// ingestStream applies samples of one stream (ob) in order: per run of
// samples for one robot, the robot (which checks each input first) under
// its lock, one journal write, then the watchers. The verdicts are in
// sc.out's space when it has room. A request without an arrival time (it
// came without a stream) arrived now.
func (s *Server) ingestStream(batch []*arrivedRequest, ob *outbox, sc *scratch) []encodedResponse {
	var now time.Time
	for _, req := range batch {
		if req.arrived.IsZero() {
			if now.IsZero() {
				now = time.Now()
			}
			req.arrived = now
		}
	}
	var out []encodedResponse
	if cap(sc.out) >= len(batch) {
		out = sc.out[:len(batch)]
		clear(out)
	} else {
		out = make([]encodedResponse, len(batch))
	}
	sc.out = nil
	for i := 0; i < len(batch); {
		if err := batch[i].malformed; err != nil {
			if !s.retriedTooLarge(&out[i], &batch[i].IngestRequest, err) {
				refuseMalformed(&out[i], batch[i].GetClientSequence(), err)
				s.opt.Metrics.refused(codes.Code(out[i].StatusCode))
			}
			i++
			continue
		}
		j := i + 1
		for j < len(batch) && batch[j].malformed == nil && batch[j].GetRobot() == batch[i].GetRobot() {
			j++
		}
		s.ingestRun(batch[i:j], out[i:j], ob, sc)
		i = j
	}
	return out
}

// taking is what takeRun did with a run of samples.
type taking struct {
	// entries are the positions in the run of the samples taken and added
	// to the journal's buffer, in order.
	entries []int
	// lost is the position of a sample taken but not added to the journal
	// (-1: none), cause why; the samples after it were not taken.
	lost  int
	cause error
	// dups are the positions answered with an earlier verdict.
	dups []int
}

// ingestRun takes a run of samples for one robot: under its lock, the
// samples, one journal write, the routing of resolutions to their senders
// and the pose for the watchers; then the metrics.
func (s *Server) ingestRun(run []*arrivedRequest, out []encodedResponse, ob *outbox, sc *scratch) {
	start := run[0].arrived // ingestStream set it
	// Resolutions of a deleted robot of the name kept for the session go
	// out after the run's verdicts, whatever the name names now.
	s.orphans.collect(run[0].GetRobot(), run[0].GetSessionId(), ob)
	r, err := s.lookupFrom(run[0].GetRobot(), sc)
	if err != nil {
		st := status.Convert(err)
		for k, req := range run {
			s.opt.Metrics.refused(st.Code())
			refuse(&out[k], req.GetClientSequence(), st.Code(), st.Message())
			// No robot: the status code says why (a malformed name is
			// INVALID_ARGUMENT, which refuse takes for a limit).
			out[k].Refusal = pb.Refusal_REFUSAL_UNSPECIFIED
		}
		return
	}
	var pose *pb.FusedPose
	r.mu.Lock()
	tk := s.takeRun(r, run, out, sc)
	written, cause := s.flushJournal(r, &tk)
	var lag time.Duration
	if len(tk.entries) > 0 && r.fr != nil && (s.opt.Metrics != nil || r.hub.count() > 0 || s.live.watched()) {
		// The pose is for the watchers, the live views and the metrics:
		// none, no pose (and no clock read for the lag).
		lag = time.Since(start)
		pose = poseNow(r)
	}
	if cause != nil {
		s.unapply(r, run, out, &tk, written, cause)
	}
	r.route(run, out, tk.entries[:written], ob, &sc.verdicts)
	if cause == nil && r.journal != nil && r.state == pb.RobotState_ROBOT_STATE_SERVING && r.sinceSnapshot >= s.opt.SnapshotEvery {
		// After route: the snapshot's sessions remember the verdicts as sent.
		s.snapshot(r)
	}
	if pose != nil {
		s.observeRobot(r, pose, lag)
		s.publish(r, pose, run, out, tk.entries[:written])
	}
	r.mu.Unlock()
	if s.opt.afterRun != nil {
		s.opt.afterRun()
	}
	if pose == nil {
		sc.entries = tk.entries[:0]
		return
	}
	d := time.Since(start)
	for _, k := range tk.entries[:written] {
		s.opt.Metrics.verdict(out[k].Verdict, d)
	}
	sc.entries = tk.entries[:0]
}

// publish hands the watchers and the live views the robot's pose after a
// run and the events of its entries. The caller holds r.mu, so that they
// get the robot's poses in the order the robot made them: published after
// the unlock, a run that took the lock first could publish after a later
// one, and its older pose would replace the newest in every mailbox (and
// a run's pose could follow the robot's deletion and show it again in the
// live views). A publish never blocks: it only fills mailboxes.
func (s *Server) publish(r *robot, pose *pb.FusedPose, run []*arrivedRequest, out []encodedResponse, entries []int) {
	var events []*pb.FusionEvent
	for _, k := range entries {
		events = append(events, out[k].Events...)
	}
	r.hub.publish(pose, events, s.opt.MaxWatchEvents)
	state := r.state
	s.live.publish(func() LiveUpdate {
		return LiveUpdate{Robot: r.name, State: state, Pose: pose, Events: events, Fixes: liveFixes(run, out, entries)}
	})
}

// unapply answers the samples taken but not journaled UNAVAILABLE, not
// applied: the robot was rebuilt from its journal (flushJournal), so that
// none of them is in its state. A duplicate answered from a verdict that is
// now forgotten with it is answered so too. The caller holds r.mu.
func (s *Server) unapply(r *robot, run []*arrivedRequest, out []encodedResponse, tk *taking, written int, cause error) {
	reason := "not journaled, not applied: " + cause.Error() + "; resend"
	lost := tk.entries[written:]
	if tk.lost >= 0 {
		lost = append(lost, tk.lost)
	}
	for _, k := range lost {
		s.opt.Metrics.refused(codes.Unavailable)
		refuse(&out[k], run[k].GetClientSequence(), codes.Unavailable, reason)
	}
	for _, k := range tk.dups {
		if r.sessions.lookup(run[k].GetSessionId(), run[k].GetClientSequence()) == nil {
			refuse(&out[k], run[k].GetClientSequence(), codes.Unavailable, reason)
		}
	}
	s.log.Warn("inputs not journaled, answered unavailable", "robot", r.name, "journaled", written, "not_journaled", len(lost), "cause", cause)
}

// refusal returns why the robot takes no input now ("" when it does), with
// the status code. The caller holds r.mu.
func (r *robot) refusal() (codes.Code, string) {
	switch {
	case r.deleted:
		return codes.NotFound, "robot: " + r.name + " was deleted"
	case r.state == pb.RobotState_ROBOT_STATE_QUARANTINED:
		return codes.FailedPrecondition, "robot: " + r.name + " is quarantined: " + r.detail
	case r.state == pb.RobotState_ROBOT_STATE_PAUSED:
		return codes.Unavailable, "robot: " + r.name + " is paused (" + r.detail + "); not applied, resend when it serves"
	}
	return codes.OK, ""
}

// takeRun gives the samples to the robot in order and adds those it takes,
// with their verdicts, to the journal's buffer. The caller holds r.mu.
func (s *Server) takeRun(r *robot, run []*arrivedRequest, out []encodedResponse, sc *scratch) taking {
	tk := taking{lost: -1, entries: sc.entries[:0]}
	for k, req := range run {
		if code, reason := r.refusal(); code != codes.OK {
			s.opt.Metrics.refused(code)
			refuse(&out[k], req.GetClientSequence(), code, reason)
			continue
		}
		if tk.cause != nil {
			refuse(&out[k], req.GetClientSequence(), codes.Unavailable, "not applied: an earlier input of the batch could not be journaled ("+tk.cause.Error()+"); resend")
			continue
		}
		// A retry first: one of a sample taken before a restart that
		// lowered a limit is answered as first sent, not refused.
		sid := req.GetSessionId()
		if sid != "" {
			if wire := r.sessions.lookup(sid, req.GetClientSequence()); wire != nil {
				s.answerAgain(&out[k], wire)
				tk.dups = append(tk.dups, k)
				continue
			}
		}
		if le := s.checkLimits(r, &req.IngestRequest); le != nil {
			s.opt.Metrics.refused(le.code)
			refuse(&out[k], req.GetClientSequence(), le.code, le.reason)
			out[k].Field = le.field
			continue
		}
		resp := &out[k].IngestResponse
		if !convert.TakeInto(resp, r.fr, req.GetSample(), req.GetClientSequence()) {
			s.opt.Metrics.refused(codes.Code(resp.StatusCode))
			continue
		}
		if err := r.record(req, &out[k], &sc.verdicts); err != nil {
			tk.lost, tk.cause = k, err
			continue
		}
		tk.entries = append(tk.entries, k)
		if sid != "" {
			r.sessions.add(sid, req.GetClientSequence(), out[k].wire)
		}
	}
	return tk
}

// answerAgain answers a retried request with the verdict sent the first
// time (its session remembers it as sent: route).
func (s *Server) answerAgain(out *encodedResponse, wire []byte) {
	out.IngestResponse.Reset()
	if err := proto.Unmarshal(wire, &out.IngestResponse); err != nil {
		panic(fmt.Sprintf("server: a remembered verdict does not decode: %v", err)) // we encoded it
	}
	out.wire = wire
	s.opt.Metrics.duplicate()
}

// record encodes a taken sample's verdict into vs (out keeps it) and adds
// the sample, as the bytes it arrived as (encoded here when it came
// without them), and the verdict to the journal's buffer. On error nothing
// was added. The caller holds r.mu.
func (r *robot) record(req *arrivedRequest, out *encodedResponse, vs *slab) error {
	resp := &out.IngestResponse
	wire, err := vs.marshalVerdict(resp)
	if err != nil {
		// Not expected: every string in a verdict comes from decoded,
		// hence valid, input or from our own messages.
		return fmt.Errorf("encoding verdict %d: %w", resp.Sequence, err)
	}
	out.wire = wire
	if r.journal == nil {
		return nil
	}
	sample := requestSample(req.wire)
	if sample == nil {
		if sample, err = (proto.MarshalOptions{Deterministic: true}).Marshal(req.GetSample()); err != nil {
			return fmt.Errorf("encoding sample %d: %w", resp.Sequence, err)
		}
	}
	var p *pb.FusedPose
	if resp.Sequence%journal.PoseEvery == 0 {
		p = convert.PoseToProto(r.name, r.fr.Pose(), resp.Sequence)
	}
	in := journal.EncodedInput{Sequence: resp.Sequence, Sample: sample, ArrivalUnixNs: req.arrived.UnixNano(),
		SessionID: req.GetSessionId(), ClientSequence: req.GetClientSequence()}
	return r.journal.AddSessionPair(in, out.wire, p)
}

// flushJournal writes what the run added to the journal. It returns how many of the run's entries are written and,
// when some sample taken is not, why: the robot is then rebuilt from its
// journal. A failure after the entries were written (rotation, sync)
// changes no verdict. The caller holds r.mu.
func (s *Server) flushJournal(r *robot, tk *taking) (written int, cause error) {
	if r.journal == nil {
		if tk.lost >= 0 {
			// Memory only: nothing to rebuild from.
			s.quarantine(r, fmt.Sprintf("input not recorded: %v", tk.cause))
		}
		return len(tk.entries), tk.cause
	}
	written, err := r.journal.flush()
	written = min(written, len(tk.entries))
	r.sinceSnapshot += written
	if err != nil {
		cause = err
		s.journalFailed(r, "journal write", err)
		if written < len(tk.entries) && r.retrying >= 2 && r.state == pb.RobotState_ROBOT_STATE_SERVING {
			// A write failing again, not for a full disk, nor broken: a
			// file system remounted read-only, say. (A fault once is
			// retried at once with the next batch.) Before, the robot
			// served on, each batch answered UNAVAILABLE after a rebuild
			// from its journal.
			s.pause(r, fmt.Sprintf("journal not writable: %v", err), "journal write failed; the robot pauses until its journal can be written", "journal write", err)
		}
	} else if r.retrying > 0 {
		s.log.Info("the journal writes again", "robot", r.name, "failures", r.retrying)
		r.retrying = 0
	}
	if cause == nil && tk.lost >= 0 {
		cause = tk.cause
	}
	if written < len(tk.entries) || tk.lost >= 0 {
		s.rebuild(r, cause)
		return written, cause
	}
	return written, nil
}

Exercise instructions:
Copy each line of the listing above that includes the word "once".

Output:
			// file system remounted read-only, say. (A fault once is
			// retried at once with the next batch.) Before, the robot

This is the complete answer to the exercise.